Qualia, is one instance of subjective experience. Whatever YOU are feeling is your qualia. We have no way to directly compare two qualia. That means, if you are expressing to your friend how sad you are because you came last in the competition and if your friend is saying she understands, you have no way to actually know if she truly understands or not and even your friend has no way to know how exactly you are feeling. “I understand you”, is all pretention.
Qualia can’t be compared. Can they at least be detected?
How do you know your friend is conscious? How are you sure she is not a machine? How do you know you are not the only conscious person in the world. You know it because…
Other qualia express themselves using free will. Free will is how subjective experience CAUSES something in real world. I like to think of consciousness and free-will as mysteries belonging to same class.
Important point here is that free will only help us detect other qualia and not compare them. For example, we know bats are conscious (detection) but we don’t know what does it feel like to be a bat? Bats see using sonar and we humans, have no clue how their world might be. There are some bees that have thousands of eyes. Their world might look something like specific visual patterns. We could never know. But we at least know their qualia exist.
In humans, consider ‘sight’ for example. The world looks like what it looks like to us because our eyes have a specific range on light spectrum it can detect. Had we been able to detect all light, the world would have been a huge bomb of continuous noise to us. (There is a theory that says evolution specifically chose this range because in other ranges there is too much noise. Imagine having eyes that can detect CMB. We would be detecting so much unnecessary data having no use. Interesting topic, I am writing about this in some other post. Right now back to consciousness…)
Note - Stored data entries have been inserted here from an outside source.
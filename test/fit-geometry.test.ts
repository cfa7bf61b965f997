/**
 * ΔL, Rsd and ΔW by the channel-resistance method (Terada & Muta, Jpn. J. Appl.
 * Phys. 18(5), 953–959, 1979): exact recovery from invented linear-region data
 * built with the method's own relation Rm = Rsd + (Lm − ΔL)/(Wm − ΔW)/(µCox·(VGS − Vt)),
 * and a plausibility check on the open 180 nm measurements (data/pdk180,
 * GF180MCU 3.3 V NMOS and PMOS, Apache-2.0).
 */
import { describe, expect, it } from "vitest";
import { lengthReduction, widthReduction } from "../lib/fit/geometry.js";
import { parseMeasurements, readMeasurements } from "../lib/measure/read.js";

describe("channel-resistance method", () => {
  // Invented process: ΔL = 80 nm, ΔW = 40 nm, Rsd = 150 Ω, µCox = 200 µA/V², Vt = 0.6 V.
  const dl = 80e-9, dw = 40e-9, rsd = 150, kp = 200e-6, vt = 0.6, vds = 0.05;
  const rows = ["W (um),L (um),vds,vgs,vbs,id"];
  for (const w of [2, 5, 10]) for (const l of [0.5, 1, 2, 5]) for (let g = 0; g <= 33; g++) {
    const vgs = g / 10;
    const id = vgs > vt ? vds / (rsd + (l * 1e-6 - dl) / ((w * 1e-6 - dw) * kp * (vgs - vt))) : 0;
    rows.push(`${w},${l},${vds},${vgs},0,${id}`);
  }
  const set = parseMeasurements(rows.join("\n"), "invented.csv");
  it("recovers ΔL and Rsd where the lines of several gate voltages cross", () => {
    const r = lengthReduction(set, 10e-6, [0.5e-6, 1e-6, 2e-6, 5e-6], { vt });
    expect(r.deltaL).toBeCloseTo(dl, 12);
    expect(r.rsd).toBeCloseTo(rsd, 6);
    expect(r.spread).toBeLessThan(1e-12);
  });
  it("recovers ΔW from the channel conductance against drawn width, Rsd taken off", () => {
    const rsdFound = lengthReduction(set, 10e-6, [0.5e-6, 1e-6, 2e-6, 5e-6], { vt }).rsd;
    const r = widthReduction(set, 5e-6, [2e-6, 5e-6, 10e-6], { vt, rsd: rsdFound });
    expect(r.deltaW).toBeCloseTo(dw, 12);
    expect(r.spread).toBeLessThan(1e-12);
  });
  it("refuses a single length", () => {
    expect(() => lengthReduction(set, 10e-6, [1e-6])).toThrow(/at least two drawn lengths/);
  });
});

describe("open 180 nm measurements (GF180MCU 3.3 V, W = 10 µm, 25 °C)", { timeout: 60_000 }, () => {
  for (const [file, pol] of [["nfet", "spice"], ["pfet", "magnitude"]] as const)
    it(`${file}: ΔL within ±0.2 µm and the lines meet within 50 nm`, () => {
      const set = readMeasurements(`data/pdk180/${file}_03v3_meas_id.csv`);
      const r = lengthReduction(set, 10e-6, [0.28e-6, 0.5e-6, 1e-6, 5e-6, 10e-6], { temp: 298.15, currentSign: pol });
      console.log(`${file}: ΔL = ${(r.deltaL * 1e9).toFixed(1)} nm, Rsd = ${r.rsd.toFixed(1)} Ω, crossings spread ${(r.spread * 1e9).toFixed(1)} nm`);
      expect(Math.abs(r.deltaL)).toBeLessThan(0.2e-6);
      expect(r.rsd).toBeGreaterThan(0);
      expect(r.spread).toBeLessThan(50e-9);
    });
});
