/**
 * The elementary functions of lib/numeric/elementary.ts against the reference: the IEEE 754
 * double results of V8's Math.exp, over dense grids and edge values.
 * The error is counted in units in the last place of the reference (ulp = |ref|·2⁻⁵²).
 */
import { describe, expect, it } from "vitest";
import { exp } from "../lib/numeric/elementary.js";

const ulps = (got: number, ref: number) => (got === ref ? 0 : Math.abs(got - ref) / (Math.abs(ref) * Number.EPSILON));
const relative = (got: number, ref: number) => (got === ref ? 0 : Math.abs(got - ref) / Math.abs(ref));

/** A deterministic grid: n points evenly over [a, b], then n more at pseudo-random places in it. */
function grid(a: number, b: number, n: number): Float64Array {
  const xs = new Float64Array(2 * n);
  let seed = 0x9e3779b9;
  for (let i = 0; i < n; i++) {
    xs[i] = a + ((b - a) * i) / (n - 1);
    seed = (Math.imul(seed, 1664525) + 1013904223) >>> 0;
    xs[n + i] = a + ((b - a) * seed) / 2 ** 32;
  }
  return xs;
}

function worst(xs: Float64Array, f: (x: number) => number, ref: (x: number) => number) {
  let ulp = 0;
  let rel = 0;
  let at = NaN;
  for (const x of xs) {
    const r = ref(x);
    const g = f(x);
    if (r === 0 || !Number.isFinite(r) || Math.abs(r) < 2.2250738585072014e-308) {
      // zero, infinite or subnormal references must be met exactly (the function hands those to Math)
      if (!Object.is(g, r)) throw new Error(`at x = ${x}: got ${g}, Math gives ${r}`);
      continue;
    }
    const u = ulps(g, r);
    if (u > ulp) [ulp, at] = [u, x];
    rel = Math.max(rel, relative(g, r));
  }
  return { ulp, rel, at };
}

describe("exp (Tang's table method)", () => {
  it("is within 1.5 ulp of Math.exp over the whole normal range", () => {
    const e = worst(grid(-745.2, 709.8, 400_000), exp, Math.exp);
    expect(e.ulp, `worst at x = ${e.at}`).toBeLessThanOrEqual(1.5);
    expect(e.rel).toBeLessThan(1e-15);
  });
  it("is within 1.5 ulp near 0, where r is the whole argument", () => {
    const e = worst(grid(-1e-3, 1e-3, 100_000), exp, Math.exp);
    expect(e.ulp, `worst at x = ${e.at}`).toBeLessThanOrEqual(1.5);
  });
  it("meets Math.exp exactly at the edges: ±0, ±Infinity, NaN, overflow, subnormal results, underflow", () => {
    for (const x of [0, -0, Infinity, -Infinity, NaN, 709.78, 709.79, 710, 1e300, -708.4, -708.39, -720, -745.13, -745.14, -1e300, 5e-324, -5e-324])
      expect(Object.is(exp(x), Math.exp(x)), `exp(${x}) = ${exp(x)}, Math.exp gives ${Math.exp(x)}`).toBe(true);
  });
  it("is exact where e^x is a power of two times a table value: exp(0) = 1", () => {
    expect(exp(0)).toBe(1);
    expect(exp(Math.LN2)).toBeCloseTo(2, 15);
  });
});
How free will and subjective experience come together?
Subjective experience enables us to have unexplainable bias; bias below threshold of awareness. (‘Bias’ is what machines don’t appear to have. They have mechanical and explainable biases. For them, solving a math problem is same as drawing a pigeon or playing soccer.)
We express this bias using free will. With this context,
What is consciousness? in simple terms.
I was studying chaotic systems and quantum mechanics and I put together a philosophical theory on consciousness in simple terms.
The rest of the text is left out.